Pacific Booker Minerals Confirms Termination of American Eagle Golds Unsolicited Takeover Bid
The bid, which was made without prior invitation, was announced by American Eagle Gold Corp. on April 14, 2026. American Eagle, which trades on the OTCQB market under the symbol AMEGF, had offered to acquire all of Pacific Booker's shares in an all‑share transaction. The offer was rejected by Pacific Booker's board and shareholders. On April 29, 2026, the board issued a circular recommending that shareholders reject the bid. The board’s recommendation was based on an opinion from INFOR Financial that the offer was financially inadequate and that the company’s full and fair value was not reflected in the bid price.
Pacific Booker’s response to the bid has been to launch a strategic review process. The review is led by an independent Special Committee of the board and is intended to maximize value for shareholders by exploring alternatives to the unsolicited offer. According to a press release issued on June 2, 2026, the company also established a Technical Advisory Board (TAB) to provide independent technical oversight of the Morrison project and related studies. The TAB is expected to assist in the preparation of a future Preliminary Economic Assessment and to help evaluate potential strategic partners.
The June 2 release also noted that Kent Zehr, a member of the TAB, had been described as a Professional Engineer. However, the Association of Professional Engineers and Geoscientists of Alberta (APEGA) had lapsed Zehr’s membership as of December 31, 2025. The company acknowledged that the description was incorrect and that Zehr should not have been identified as a Professional Engineer in the release.
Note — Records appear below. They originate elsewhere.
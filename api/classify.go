package api

import (
	"context"
	"errors"
	"fmt"
	"io"
	"mime"
	"net"
	"net/http"
	"strings"
	"sync"

	"github.com/labstack/echo/v4"

	"regimed/api/render"
	"regimed/regime/input"
	"regimed/regime/whatif"
)

// space is the room that one request needs for its body and its answer.
type space struct {
	body, answer []byte
}

// spacePool keeps spaces, since most requests need as much as the last one.
type spacePool struct{ pool sync.Pool }

// Sizes of a space: of a new one, and up to which one is kept.
const (
	usualBody   = 4 << 10
	usualAnswer = 32 << 10
	largestKept = 256 << 10
)

func (p *spacePool) get() *space {
	if s, ok := p.pool.Get().(*space); ok {
		return s
	}
	return &space{body: make([]byte, 0, usualBody), answer: make([]byte, 0, usualAnswer)}
}

func (p *spacePool) put(s *space) {
	if cap(s.body) <= largestKept && cap(s.answer) <= largestKept {
		p.pool.Put(s)
	}
}

// classify answers a case. Nothing here uses reflection, and both buffers are
// used again: decoding and rendering keep no reference to them.
func (s *Server) classify(c echo.Context) error {
	c.Response().Header()[echo.HeaderVary] = varyAccept
	only, form, options, err := classifyOptions(c, true)
	if err != nil {
		return err
	}
	if err := acceptsJSON(c); err != nil {
		return err
	}
	room := s.spaces.get()
	defer s.spaces.put(room)
	if room.body, err = s.readBody(c, room.body[:0]); err != nil {
		return err
	}
	kase, violations, err := input.Decode(room.body, s.schema)
	if err != nil {
		return malformed(err)
	}
	if len(violations) > 0 {
		return violated(invalidCase, "The case", violations)
	}
	ctx, cancel := s.computing(c)
	defer cancel()
	answer, violations, err := whatif.Classify(ctx, kase, options)
	if err != nil {
		return s.unfinished(err)
	}
	if len(violations) > 0 {
		return violated(invalidCase, "The case", violations)
	}
	if form != nil {
		return sendForm(c, form, answer)
	}
	room.answer = render.AppendJSON(room.answer[:0], answer, only)
	answer.Release()
	return send(c, http.StatusOK, typeJSON, room.answer)
}

// Of the time for writing an answer, so many parts of so many may go into
// computing it.
const computing, writing = 3, 4

// computing is the context of a request with the time that may go into its answer.
func (s *Server) computing(c echo.Context) (context.Context, context.CancelFunc) {
	return context.WithTimeout(c.Request().Context(), s.config.WriteTimeout*computing/writing)
}

// unfinished is the problem of an answer that was not computed to its end.
func (s *Server) unfinished(err error) *Problem {
	if errors.Is(err, context.DeadlineExceeded) {
		return problem(tooLong, fmt.Sprintf("The answer was not ready within %s. Fewer samples, what_if=false or fewer fields take less.", s.config.WriteTimeout*computing/writing))
	}
	return problem(badRequest, "The client went away before the answer was ready.")
}

// acceptsJSON refuses a body that is not announced as plain JSON in UTF-8.
func acceptsJSON(c echo.Context) error {
	h := c.Request().Header
	if coding := h.Get(echo.HeaderContentEncoding); coding != "" && !strings.EqualFold(coding, "identity") {
		c.Response().Header().Set(echo.HeaderAcceptEncoding, "identity")
		return problem(unsupportedMedia, "The body is compressed; send it as it is.")
	}
	if isJSON(h.Get(echo.HeaderContentType)) {
		return nil
	}
	c.Response().Header().Set("Accept-Post", echo.MIMEApplicationJSON)
	c.Response().Header().Set(echo.HeaderAccept, echo.MIMEApplicationJSON)
	return problem(unsupportedMedia, "The Content-Type must be application/json, in UTF-8.")
}

func isJSON(contentType string) bool {
	if contentType == echo.MIMEApplicationJSON || contentType == typeJSON {
		return true // the spellings that clients use; no need to take them apart
	}
	media, parameters, err := mime.ParseMediaType(contentType)
	if err != nil || media != echo.MIMEApplicationJSON {
		return false
	}
	for name, value := range parameters {
		if name != "charset" || !strings.EqualFold(value, "utf-8") {
			return false
		}
	}
	return true
}

// readBody reads the body into dst, up to the limit, whether its length was
// announced or not.
func (s *Server) readBody(c echo.Context, dst []byte) ([]byte, error) {
	r := c.Request()
	limit := s.config.BodyLimit
	if r.ContentLength > limit {
		return dst, s.bodyTooLarge(c)
	}
	// The reader of net/http also closes the connection of a caller who sends
	// more, rather than reading on.
	body := http.MaxBytesReader(c.Response().Writer, r.Body, limit)
	dst, err := appendAll(dst, body)
	if err == nil {
		return dst, nil
	}
	var tooMany *http.MaxBytesError
	if errors.As(err, &tooMany) {
		return dst, s.bodyTooLarge(c)
	}
	var network net.Error
	if errors.As(err, &network) && network.Timeout() {
		c.Response().Header().Set(echo.HeaderConnection, "close")
		return dst, problem(requestTimeout, "The body did not arrive in time.")
	}
	return dst, problem(badRequest, "The body broke off before its end.")
}

func (s *Server) bodyTooLarge(c echo.Context) error {
	c.Response().Header().Set(echo.HeaderConnection, "close")
	return largerThan(s.config.BodyLimit)
}

// appendAll reads to the end, into the room that dst has as far as it goes.
func appendAll(dst []byte, r io.Reader) ([]byte, error) {
	for {
		if len(dst) == cap(dst) {
			dst = append(dst, 0)[:len(dst)]
		}
		n, err := r.Read(dst[len(dst):cap(dst)])
		dst = dst[:len(dst)+n]
		if err == io.EOF {
			return dst, nil
		}
		if err != nil {
			return dst, err
		}
	}
}
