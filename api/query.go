package api

import (
	"errors"
	"fmt"
	"net/url"
	"reflect"
	"slices"
	"strconv"
	"strings"

	"github.com/go-playground/validator/v10"
	"github.com/labstack/echo/v4"

	"regimed/api/render"
	"regimed/regime/input"
	"regimed/regime/whatif"
)

// validate checks what comes in a query. Names in its errors are those of the
// parameters.
var validate = newValidator()

func newValidator() *validator.Validate {
	v := validator.New(validator.WithRequiredStructEnabled())
	v.RegisterTagNameFunc(func(f reflect.StructField) string { return f.Tag.Get("query") })
	if err := v.RegisterValidation("member", isMember); err != nil {
		panic("api: " + err.Error()) // only for a name that the package refuses
	}
	return v
}

func isMember(f validator.FieldLevel) bool {
	_, err := render.ParseFields([]string{f.Field().String()})
	return err == nil
}

// classifyQuery are the parameters of a classification. The bounds of samples are
// those of package whatif.
type classifyQuery struct {
	Fields  []string `query:"fields" validate:"max=32,dive,required,max=64,member"`
	Samples *int     `query:"samples" validate:"omitempty,gte=64,lte=65536"`
	WhatIf  *string  `query:"what_if" validate:"omitempty,oneof=true false"`
}

// classifyOptions reads which members of the answer are wanted, in which form
// (nil: JSON), and what is asked about the case besides. explore says whether it
// is explored where the query does not say.
func classifyOptions(c echo.Context, explore bool) (render.Fields, *format, whatif.Options, error) {
	only, values, o, err := caseOptions(c, explore, func(values url.Values, bad []input.Violation) []input.Violation {
		return checkForm(bad, values.Get("format"), values.Has("format"), values.Has("fields"))
	}, "format")
	if err != nil {
		return 0, nil, o, err
	}
	form, err := wantedForm(c, values.Get("format"), values.Has("fields"))
	return only, form, o, err
}

// answerOptions reads what is asked about a case whose answer is kept whole.
func answerOptions(c echo.Context) (whatif.Options, error) {
	values, violations, err := parameters(c, "samples", "what_if")
	if err != nil {
		return whatif.Options{}, err
	}
	var q classifyQuery
	violations = append(append(violations, q.read(values)...), check(&q, values)...)
	if len(violations) > 0 {
		return whatif.Options{}, violated(invalidQuery, "The query", violations)
	}
	return q.options(true), nil
}

// caseOptions reads the parameters that every path with cases has. Others may
// stand beside them, which checkOthers adds its violations about; nil: none.
func caseOptions(c echo.Context, explore bool, checkOthers func(url.Values, []input.Violation) []input.Violation, others ...string) (render.Fields, url.Values, whatif.Options, error) {
	if c.Request().URL.RawQuery == "" {
		return render.All, nil, whatif.Options{Explore: explore}, nil
	}
	values, violations, err := parameters(c, append([]string{"fields", "samples", "what_if"}, others...)...)
	if err != nil {
		return 0, nil, whatif.Options{}, err
	}
	var q classifyQuery
	violations = append(violations, q.read(values)...)
	violations = append(violations, check(&q, values)...)
	if checkOthers != nil {
		violations = checkOthers(values, violations)
	}
	if len(violations) > 0 {
		return 0, nil, whatif.Options{}, violated(invalidQuery, "The query", violations)
	}
	only, err := render.ParseFields(q.Fields)
	if err != nil {
		return 0, nil, whatif.Options{}, problem(invalidQuery, "The answer has no such member.")
	}
	o := q.options(explore)
	o.Explore = o.Explore && only.Explored()
	return only, values, o, nil
}

// options is what the parameters ask about a case; explore is what holds where
// they do not say.
func (q *classifyQuery) options(explore bool) whatif.Options {
	o := whatif.Options{Explore: explore}
	if q.WhatIf != nil {
		o.Explore = *q.WhatIf == "true"
	}
	if q.Samples != nil {
		o.Samples = *q.Samples
	}
	return o
}

// read reads the parameters as they stand; what is no number is a violation.
func (q *classifyQuery) read(values url.Values) []input.Violation {
	if values.Has("fields") {
		q.Fields = strings.Split(values.Get("fields"), ",")
	}
	if values.Has("what_if") {
		text := values.Get("what_if")
		q.WhatIf = &text
	}
	if !values.Has("samples") {
		return nil
	}
	text := values.Get("samples")
	n, err := strconv.Atoi(text)
	if err != nil {
		var bad input.Violations
		bad.Add("/samples", input.WrongType, fmt.Sprintf("samples is a whole number from %d to %d.", whatif.MinSamples, whatif.MaxSamples), jsonString(text))
		return bad.List()
	}
	q.Samples = &n
	return nil
}

// noParameters refuses every parameter.
func noParameters(c echo.Context) error {
	if c.Request().URL.RawQuery == "" {
		return nil
	}
	_, violations, err := parameters(c)
	if err != nil {
		return err
	}
	if len(violations) > 0 {
		return violated(invalidQuery, "The query", violations)
	}
	return nil
}

// parameters takes the query apart. A name that is not known, or that is given
// twice, is a violation.
func parameters(c echo.Context, known ...string) (url.Values, []input.Violation, error) {
	values, err := url.ParseQuery(c.Request().URL.RawQuery)
	if err != nil {
		return nil, nil, problem(badRequest, "The query is not encoded as a URL wants it.")
	}
	var bad input.Violations
	for name, list := range values {
		pointer := "/" + escapePointer(name)
		switch {
		case !slices.Contains(known, name):
			bad.Add(pointer, input.UnknownField, unknownParameter(name, known), jsonString(list[0]))
		case len(list) > 1:
			bad.Add(pointer, input.Duplicate, fmt.Sprintf("%s is given %d times.", name, len(list)), jsonString(list[1]))
		}
	}
	return values, bad.List(), nil
}

func unknownParameter(name string, known []string) string {
	switch near := input.Nearest(name, known); {
	case len(known) == 0:
		return "This path takes no parameters."
	case len(near) > 0:
		return fmt.Sprintf("No parameter is called %s. Did you mean %s?", quoted(name), strings.Join(near, " or "))
	}
	return fmt.Sprintf("No parameter is called %s; known are %s.", quoted(name), strings.Join(known, ", "))
}

// check validates the parameters in a struct.
func check(q any, values url.Values) []input.Violation {
	err := validate.Struct(q)
	var failures validator.ValidationErrors
	if !errors.As(err, &failures) {
		return nil
	}
	var bad input.Violations
	for _, f := range failures {
		name, _, _ := strings.Cut(f.Field(), "[") // "fields[2]" is the third of a list in one parameter
		value, isText := f.Value().(string)
		if !isText {
			value = values.Get(name)
		}
		bad.Add("/"+name, codeOf(f.Tag()), sentenceOf(name, f.Tag(), f.Param(), value), jsonString(value))
	}
	return bad.List()
}

func codeOf(tag string) input.Code {
	switch tag {
	case "member", "oneof":
		return input.UnknownChoice
	}
	return input.OutOfRange
}

func sentenceOf(name, tag, bound, value string) string {
	switch tag {
	case "member":
		_, err := render.ParseFields([]string{value})
		return err.Error()
	case "required":
		return name + " has an empty element."
	case "gte":
		return name + " must be at least " + bound + "."
	case "lte":
		return name + " must be at most " + bound + "."
	case "oneof":
		return name + " is " + strings.ReplaceAll(bound, " ", " or ") + "."
	}
	return fmt.Sprintf("%s is too long: at most %s are read.", name, bound)
}
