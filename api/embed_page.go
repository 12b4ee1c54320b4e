package api

import (
	"bytes"
	"cmp"
	"fmt"
	"html/template"
	"math"
	"slices"
	"strings"

	"github.com/go-json-experiment/json"
	"github.com/go-json-experiment/json/jsontext"

	"regimed/api/store"
	"regimed/regime/ladder"
	"regimed/units"
)

// summaryFindings is how many findings a summary shows.
const summaryFindings = 5

// embeddedOf reads what an embedding shows out of a record.
func embeddedOf(r *store.Record, look embedLook, base string) (*embedded, error) {
	e := &embedded{Head: &r.Head, Look: look, Link: base + recordPath(r.ID) + readableSuffix()}
	if err := json.Unmarshal(r.Answer, &e.Answer, jsontext.AllowInvalidUTF8(true)); err != nil {
		return nil, fmt.Errorf("the answer of the record %s: %w", r.ID, err)
	}
	of := restsOn(e.Answer.Recommendation.Class)
	for id, f := range e.Answer.Findings {
		if f.OfInterest && f.Verdict != "not-applicable" && (f.Utilisation != nil || len(f.Needs) > 0) && (look.View != "summary" || of == nil || of[id]) {
			f.ID = id
			e.Shown = append(e.Shown, f)
		}
	}
	slices.SortFunc(e.Shown, func(a, b embeddedFinding) int {
		return cmp.Or(-cmp.Compare(a.load(), b.load()), strings.Compare(a.ID, b.ID))
	})
	if look.View == "summary" && len(e.Shown) > summaryFindings {
		e.Left = len(e.Shown) - summaryFindings
		e.Shown = e.Shown[:summaryFindings]
	}
	return e, nil
}

// restsOn names the assumptions of a class; nil: the engine in force does not
// know the class.
func restsOn(class string) map[string]bool {
	c := ladder.Find(class)
	if c == nil {
		return nil
	}
	names := map[string]bool{}
	for _, e := range c.RestsOn {
		names[e.ID] = true
	}
	return names
}

// readableSuffix is that of the form that a person reads best.
func readableSuffix() string {
	for _, name := range []string{"html", "txt"} {
		if f, _ := formatNamed(name); f != nil {
			return "." + name
		}
	}
	return ""
}

// Title is the title of the record, or what else names it.
func (e *embedded) Title() string {
	return cmp.Or(e.Head.Title, e.Answer.Title, "Record "+e.Head.ID[:store.PrefixDigits])
}

// Caution is the caution that stands under every answer.
func (e *embedded) Caution() string {
	if len(e.Answer.Cautions) == 0 {
		return ""
	}
	return e.Answer.Cautions[0]
}

// Hazards are the cautions beside it: the instabilities that lurk.
func (e *embedded) Hazards() []string { return e.Answer.Cautions[min(1, len(e.Answer.Cautions)):] }

// Foot says who answered, and when.
func (e *embedded) Foot() string {
	by := ""
	if e.Head.Author != "" {
		by = ", recorded by " + e.Head.Author
	}
	return fmt.Sprintf("Answered by regimed %s on %s%s.", e.Head.Engine.Version, e.Head.Created.Format("2006-01-02"), by)
}

func (f embeddedFinding) factor() float64 {
	if f.Factor == nil {
		return 1
	}
	return max(*f.Factor, 1)
}

// load is u·φ, by which findings are ordered. What is not determined comes first.
func (f embeddedFinding) load() float64 {
	if f.Utilisation == nil {
		return math.Inf(1)
	}
	return *f.Utilisation * f.factor()
}

// Price is the utilisation as people read it.
func (f embeddedFinding) Price() string {
	if f.Utilisation == nil {
		return ""
	}
	return string(units.AppendNumber(nil, *f.Utilisation, 3))
}

// Waits says which inputs are missing.
func (f embeddedFinding) Waits() string {
	if f.Utilisation != nil {
		return ""
	}
	return "needs " + strings.Join(f.Needs, ", ")
}

// Bar is the bar of a finding in a picture that is 120 wide: on a logarithmic
// scale from a thousandth of the limit to a thousand times, the limit in the
// middle.
func (f embeddedFinding) Bar() struct{ Low, Width, Spread int } {
	low, high := barPlace(*f.Utilisation/f.factor()), barPlace(f.load())
	return struct{ Low, Width, Spread int }{low, barPlace(*f.Utilisation), max(high-low, 1)}
}

// Sizes of a bar.
const (
	barWidth   = 120
	barDecades = 3
)

// barPlace is where a utilisation stands on a bar.
func barPlace(u float64) int {
	if !(u > 0) {
		return 0
	}
	x := (math.Log10(u) + barDecades) / (2 * barDecades) * barWidth
	return int(math.Round(min(max(x, 0), barWidth)))
}

// embedStyle is the whole style. The theme is an attribute of the page, so that
// the style is always the same text and the policy can name it by its digest.
const embedStyle = `
:root { --back: #ffffff; --ink: #1b2027; --soft: #56606b; --line: #d5dae0; --valid: #12703f; --marginal: #8a5a00; --invalid: #b3261e; }
:root[data-theme=dark] { --back: #15191e; --ink: #e7eaee; --soft: #a3adb8; --line: #363e47; --valid: #56c990; --marginal: #e2b54b; --invalid: #ff968b; }
@media (prefers-color-scheme: dark) {
  :root[data-theme=auto] { --back: #15191e; --ink: #e7eaee; --soft: #a3adb8; --line: #363e47; --valid: #56c990; --marginal: #e2b54b; --invalid: #ff968b; }
}
* { box-sizing: border-box; }
body { margin: 0; padding: 0.75rem 1rem; background: var(--back); color: var(--ink); font: 0.875rem/1.4 system-ui, sans-serif; overflow-wrap: anywhere; }
h1 { margin: 0; font-size: 0.875rem; font-weight: 400; color: var(--soft); }
h2 { margin: 0.15rem 0 0; font-size: 1.1rem; }
p { margin: 0.25rem 0; }
code { font-size: 0.95em; }
table { width: 100%; margin: 0.5rem 0; border-collapse: collapse; }
caption { text-align: left; color: var(--soft); }
th { font-weight: 400; text-align: left; }
th, td { padding: 0.15rem 0.5rem 0.15rem 0; border-top: 1px solid var(--line); }
td.number { text-align: right; font-variant-numeric: tabular-nums; }
svg { display: block; width: 120px; height: 12px; }
.track { fill: var(--line); } .limit { stroke: var(--ink); } .spread { opacity: 0.45; }
.valid { color: var(--valid); fill: var(--valid); } .marginal { color: var(--marginal); fill: var(--marginal); }
.invalid { color: var(--invalid); fill: var(--invalid); } .undetermined { color: var(--soft); fill: var(--soft); }
.soft { color: var(--soft); } .hazard { color: var(--invalid); }
a { color: inherit; }
`

var embedTemplate = template.Must(template.New("embed").Parse(`<!doctype html>
<html lang="en" data-theme="{{.Look.Theme}}">
<head>
<meta charset="utf-8">
<meta name="viewport" content="width=device-width, initial-scale=1">
<meta name="color-scheme" content="{{if eq .Look.Theme "auto"}}light dark{{else}}{{.Look.Theme}}{{end}}">
<title>{{.Title}}</title>
<style>` + embedStyle + `</style>
</head>
<body>
<main>
<h1>{{.Title}}</h1>
{{with .Answer.Recommendation}}<h2>{{.Title}} <code>{{.Class}}</code></h2>
<p>Solves {{.Solves}}.{{if .Provisional}} <strong>Provisional: inputs are missing.</strong>{{end}}{{with len .Conditions}} Conditions to verify: {{.}}.{{end}}</p>{{end}}
{{range .Hazards}}<p class="hazard">{{.}}</p>
{{end}}{{if .Shown}}<table>
<caption>{{if eq .Look.View "summary"}}What this class rests on, the most loaded first.{{else}}All assumptions with a price, the most loaded first. The class above rests on none that is invalid.{{end}}</caption>
<thead><tr><th scope="col">Assumption</th><th scope="col">Verdict</th><th scope="col">Error / limit</th><th scope="col"><span class="soft">0.001 … limit … 1000</span></th></tr></thead>
<tbody>
{{range .Shown}}<tr><th scope="row">{{.Title}}</th><td class="{{.Verdict}}">{{.Verdict}}</td><td class="number">{{.Price}}</td><td>{{if .Waits}}{{.Waits}}{{else}}{{$b := .Bar}}<svg viewBox="0 0 120 12" aria-hidden="true"><rect class="track" y="5" width="120" height="2"/><rect class="{{.Verdict}}" y="3" width="{{$b.Width}}" height="6"/><rect class="{{.Verdict}} spread" x="{{$b.Low}}" y="1" width="{{$b.Spread}}" height="10"/><line class="limit" x1="60" x2="60" y1="0" y2="12"/></svg>{{end}}</td></tr>
{{end}}</tbody>
</table>
{{with .Left}}<p class="soft">More in the record: {{.}}.</p>
{{end}}{{end}}<p><a href="{{.Link}}" target="_blank" rel="noopener noreferrer">The record</a> <span class="soft">{{.Foot}}</span></p>
<p class="soft">{{.Caution}}</p>
</main>
</body>
</html>
`))

// page is the embedding as a page of its own.
func (e *embedded) page() ([]byte, error) {
	var b bytes.Buffer
	err := embedTemplate.Execute(&b, e)
	return b.Bytes(), err
}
The termination of the takeover bid does not end Pacific Booker's strategic review. The company stated that it will continue the review process and that it expects to complete the review by mid‑June 2026. The review will involve outreach to potential strategic counterparties and the use of a technical data room managed by the company’s financial advisor, RCI Capital Group Inc. The company’s website indicates that it has engaged RCI to manage the broader strategic review and to assist in evaluating alternative transaction options.
The Morrison deposit, located in the British Columbia interior, is a large‑scale copper‑gold‑molybdenum porphyry deposit. The company’s exploration program has produced a high‑grade resource estimate and is in advanced stages of development. The deposit is situated in a Tier‑1 jurisdiction, which provides a stable regulatory environment for mining projects.
The bid termination was announced by American Eagle Gold Corp. on June 5, 2026, in a statement that thanked the Lake Babine Nation for its support of the proposed acquisition. The company also expressed its appreciation for the constructive relationship built in the region and wished Pacific Booker shareholders success moving forward.
In summary, Pacific Booker Minerals Inc. has confirmed that American Eagle Gold Corp. has withdrawn its unsolicited takeover bid. The company will continue its strategic review, led by an independent Special Committee, and will maintain the Technical Advisory Board to support the development of the Morrison project. The company’s next steps include finalizing the review, engaging potential partners, and continuing to advance the Morrison deposit toward production.